5.3.Severability.  Whenever possible, each provision of this Agreement will be interpreted in such manner as to be effective and valid under applicable law, but if any provision of this Agreement is held to be invalid, illegal or unenforceable in any respect under any applicable law or rule in any jurisdiction, such invalidity, illegality or unenforceability will not affect any other provision or any other jurisdiction, but this Agreement will be reformed, construed and enforced in such jurisdiction as if such invalid, illegal or unenforceable provisions had never been contained herein.

5.4.Waiver.  If either party should waive any breach of any provisions of this Agreement, they shall not thereby be deemed to have waived any preceding or succeeding breach of the same or any other provision of this Agreement.

5.5.Complete Agreement.  This Agreement, together with the Indemnification Agreement between the Company and Executive, dated as of [_____________], as may be amended from time to time, constitute the entire agreement between Executive and the Company and is the complete, final, and exclusive embodiment of their agreement with regard to this subject matter, and will supersede all prior agreements, understandings, discussions, negotiations and undertakings, whether written or oral, between the parties with respect to the subject matter hereof.  This Agreement is entered into without reliance on any promise or representation other than those expressly contained herein or therein, and cannot be modified or amended except in a writing signed by a duly-authorized officer of the Company and Executive.

5.6.Counterparts.  This Agreement may be executed in separate counterparts, any one of which need not contain signatures of more than one party, but all of which taken together will constitute one and the same Agreement.

5.7.Headings.  The headings of the sections hereof are inserted for convenience only and shall not be deemed to constitute a part hereof nor to affect the meaning thereof.

5.8.Successors and Assigns.  This Agreement is intended to bind and inure to the benefit of and be enforceable by Executive and the Company, and their respective successors, assigns, heirs, executors and administrators, except that Executive may not assign his rights or delegate his duties or obligations hereunder without the prior written consent of the Company.

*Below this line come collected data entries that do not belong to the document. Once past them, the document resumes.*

"""A run prepared once for every run alike and then finished (``evaluate_picked`` with a
``prepared`` table, the path a walk's computation takes) gives what the run evaluated on its own
gives, field by field: on every sample walk, on the synthetic walk, and on variants of it with
another material, other drop targets, a job minimum size, the DC method and fixed sizes."""

from __future__ import annotations

import math
from dataclasses import fields
from functools import partial

import pytest

from gaugewalk.model.engine.circuits import circuit_from_volts
from gaugewalk.model.engine.contract import Equipment, RunResult, RunSpec, with_fields
from gaugewalk.model.engine.sizing import SizingError, evaluate, evaluate_picked
from gaugewalk.model.walk import compute as compute_module
from gaugewalk.model.walk.compute import WalkState, compute_job
from gaugewalk.model.walk.job import Job
from gaugewalk.model.walkfile.read import load_walk
from tests.support.paths import SAMPLES
from tests.support.synthetic_walk import synthetic_walk_data

C480_3 = circuit_from_volts(480, 3)
C120 = circuit_from_volts(120, 1)


def _variant(n_runs: int, seed: int, defaults: dict, every: int = 0, size: str = "") -> Job:
    """The synthetic walk with ``defaults`` set, and every ``every``-th branch given ``size``."""
    data = synthetic_walk_data(n_runs, seed)
    data["defaults"] = {**data.get("defaults", {}), **defaults}
    if every:
        for k, run in enumerate(data["run"]):
            if run.get("load") is not None and k % every == 0:
                run["size"] = size
    return Job.model_validate(data)


WALKS = {
    **{path.stem: partial(load_walk, path) for path in sorted(SAMPLES.glob("*.toml"))},
    "synthetic 500 seed 7": lambda: _variant(500, 7, {}),
    "synthetic 500 seed 11": lambda: _variant(500, 11, {}),
    "synthetic 5000": lambda: _variant(5000, 7, {}),
    "aluminum, tighter drop targets": lambda: _variant(
        1500, 7, {"material": "al", "branch_drop_pct": 2.0, "total_drop_pct": 4.0}),
    "minimum size, DC method, fixed sizes": lambda: _variant(
        1500, 11, {"min_size": "10 AWG", "feeder_drop_pct": 1.5, "method": "dc",
                   "starting_drop_pct": 8.0}, every=9, size="12 AWG"),
}


def _same(fast: RunResult, plain: RunResult, where: str) -> None:
    for f in fields(RunResult):
        a, b = getattr(fast, f.name), getattr(plain, f.name)
        assert a == b and type(a) is type(b), f"{where}: {f.name} {a!r} != {b!r}"


@pytest.mark.parametrize("name", list(WALKS))
def test_each_run_prepared_once_for_all_alike_is_what_it_is_evaluated_alone(name):
    job = WALKS[name]()
    specs = compute_job(job)._specs
    assert len(specs) >= 15
    prepared: dict = {}
    for rid, spec in specs.items():
        fast, fast_passed = evaluate_picked(spec, prepared)
        plain, plain_passed = evaluate_picked(spec)
        _same(fast, plain, f"{name} {rid}")
        assert fast_passed == plain_passed
    # runs alike share one preparation: far fewer than there are runs on a large walk
    if len(specs) >= 1500:
        assert len(prepared) < len(specs) / 4


@pytest.mark.parametrize("name", ["retail_fitout", "warehouse_dc2", "synthetic 500 seed 7",
                                  "minimum size, DC method, fixed sizes"])
def test_a_walk_computed_with_its_runs_prepared_is_the_walk_computed_run_by_run(name, monkeypatch):
    job = WALKS[name]()
    warm = compute_job(job)
    branch_spec = WalkState.branch_spec

    # cold: the tables the computation keeps emptied before every run
    def cold_branch(state, r, upstream, circuit):
        state.branch_specs.clear()
        state.prepared.clear()
        return branch_spec(state, r, upstream, circuit)

    def cold_feeder(spec, prepared=None):
        prepared.clear()
        return evaluate_picked(spec, prepared)

    with monkeypatch.context() as patch:
        patch.setattr(WalkState, "branch_spec", cold_branch)
        patch.setattr(compute_module, "evaluate_picked", cold_feeder)
        cold = compute_job(job)

    # plain: every run's spec from ``_spec`` and evaluated alone, no table at all
    def plain_branch(state, r, upstream, circuit):
        return compute_module._spec(state.spec_base, state.job, r, upstream, circuit, False,
                                    None), None

    with monkeypatch.context() as patch:
        patch.setattr(WalkState, "branch_spec", plain_branch)
        patch.setattr(compute_module, "finish_prepared", lambda prep, spec: evaluate_picked(spec))
        patch.setattr(compute_module, "evaluate_picked",
                      lambda spec, prepared=None: evaluate_picked(spec))
        plain = compute_job(job)

    for other in (cold, plain):
        assert other.runs.keys() == warm.runs.keys()
        for rid in warm.runs:
            _same(warm.runs[rid], other.runs[rid], f"{name} {rid}")
        assert other._specs == warm._specs
        assert other._passed == warm._passed
        assert other.problems == warm.problems
        assert other.source_drop_pct == warm.source_drop_pct


def test_a_prepared_run_longer_or_further_down_is_sized_again_for_its_drop():
    # 120 V, 16 A: 12 AWG Cu carries it (NEC 2023 Table 310.16, 60 C column: 20 A); longer, the
    # drop target of 3 % picks larger sizes, and behind 3.5 % upstream the 5 % total leaves 1.5 %
    prepared: dict = {}
    base = RunSpec(circuit=C120, amps=16.0, length_ft=30.0)
    sizes = []
    for length_ft, upstream in ((30.0, 0.0), (120.0, 0.0), (120.0, 3.5), (400.0, 4.9),
                                (30.0, 0.0), (900.0, 0.0)):
        spec = with_fields(base, length_ft=length_ft, upstream_drop_pct=upstream)
        fast = evaluate_picked(spec, prepared)
        plain = evaluate_picked(spec)
        _same(fast[0], plain[0], f"{length_ft} ft behind {upstream} %")
        assert fast[1] == plain[1]
        sizes.append(fast[0].size)
    assert len(prepared) == 1
    assert sizes[0] == sizes[4] == "12 AWG"
    assert sizes[1] != "12 AWG" and sizes[2] != sizes[1]


def test_a_prepared_motor_run_works_each_starting_drop_and_fixed_sizes_their_problems():
    # 480 V three-phase, 25 hp: 34 A full-load (NEC 2023 Table 430.250)
    motor = Equipment(kind="motor", hp=25.0)
    prepared: dict = {}
    for size in (None, "10 AWG", "2 AWG"):
        for length_ft in (40.0, 300.0, 1200.0, 40.0):
            spec = RunSpec(circuit=C480_3, amps=34.0, length_ft=length_ft, equipment=motor,
                           size=size, starting_drop_pct=8.0)
            fast, plain = evaluate_picked(spec, prepared)[0], evaluate(spec)
            _same(fast, plain, f"{size} at {length_ft} ft")
            assert fast.starting_drop_pct is not None
    assert len(prepared) == 3


def test_a_prepared_run_refuses_a_length_or_upstream_drop_as_the_run_alone_does():
    prepared: dict = {}
    good = RunSpec(circuit=C120, amps=16.0, length_ft=30.0)
    evaluate_picked(good, prepared)
    for bad in (with_fields(good, length_ft=0.0), with_fields(good, length_ft=math.inf),
                with_fields(good, upstream_drop_pct=-1.0)):
        with pytest.raises(SizingError) as alone:
            evaluate(bad)
        with pytest.raises(SizingError) as fast:
            evaluate_picked(bad, prepared)
        assert str(fast.value) == str(alone.value)
        assert ("length_ft" in str(fast.value)) != ("upstream_drop_pct" in str(fast.value))


@pytest.mark.parametrize("changes, words", [
    ({"raceway": "no such raceway"}, "raceway"),
    # NEC 2023 Table 310.16 lists aluminum from 12 AWG: 14 AWG Al is no power conductor
    ({"material": "al", "size": "14 AWG"}, "14 AWG"),
])
def test_a_spec_that_cannot_be_sized_is_refused_every_time_it_comes(changes, words):
    prepared: dict = {}
    spec = with_fields(RunSpec(circuit=C120, amps=16.0, length_ft=30.0), **changes)
    for length_ft in (30.0, 60.0):
        spec = with_fields(spec, length_ft=length_ft)
        with pytest.raises(SizingError) as alone:
            evaluate(spec)
        with pytest.raises(SizingError) as fast:
            evaluate_picked(spec, prepared)
        assert str(fast.value) == str(alone.value)
        assert words in str(fast.value)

5.9.Arbitration.  Unless otherwise prohibited by law or specified below, all disputes, claims and causes of action, in law or equity, arising from or relating to this Agreement or its enforcement, performance, breach, or interpretation (each, a “Claim”) shall be resolved solely and exclusively by final and binding arbitration held in Orange County, California through Judicial Arbitration & Mediation Services (“JAMS”) in conformity with the then-existing JAMS employment arbitration rules and California law.  The arbitrator shall: (a) provide adequate discovery for the resolution of the dispute; and (b) issue a written arbitration decision, to include the arbitrator’s essential findings and conclusions and a statement of the award.  However, nothing in this section is intended to prevent either party from obtaining injunctive relief in court to prevent irreparable harm pending the conclusion of any such arbitration.  The Company shall bear the costs of any such arbitration.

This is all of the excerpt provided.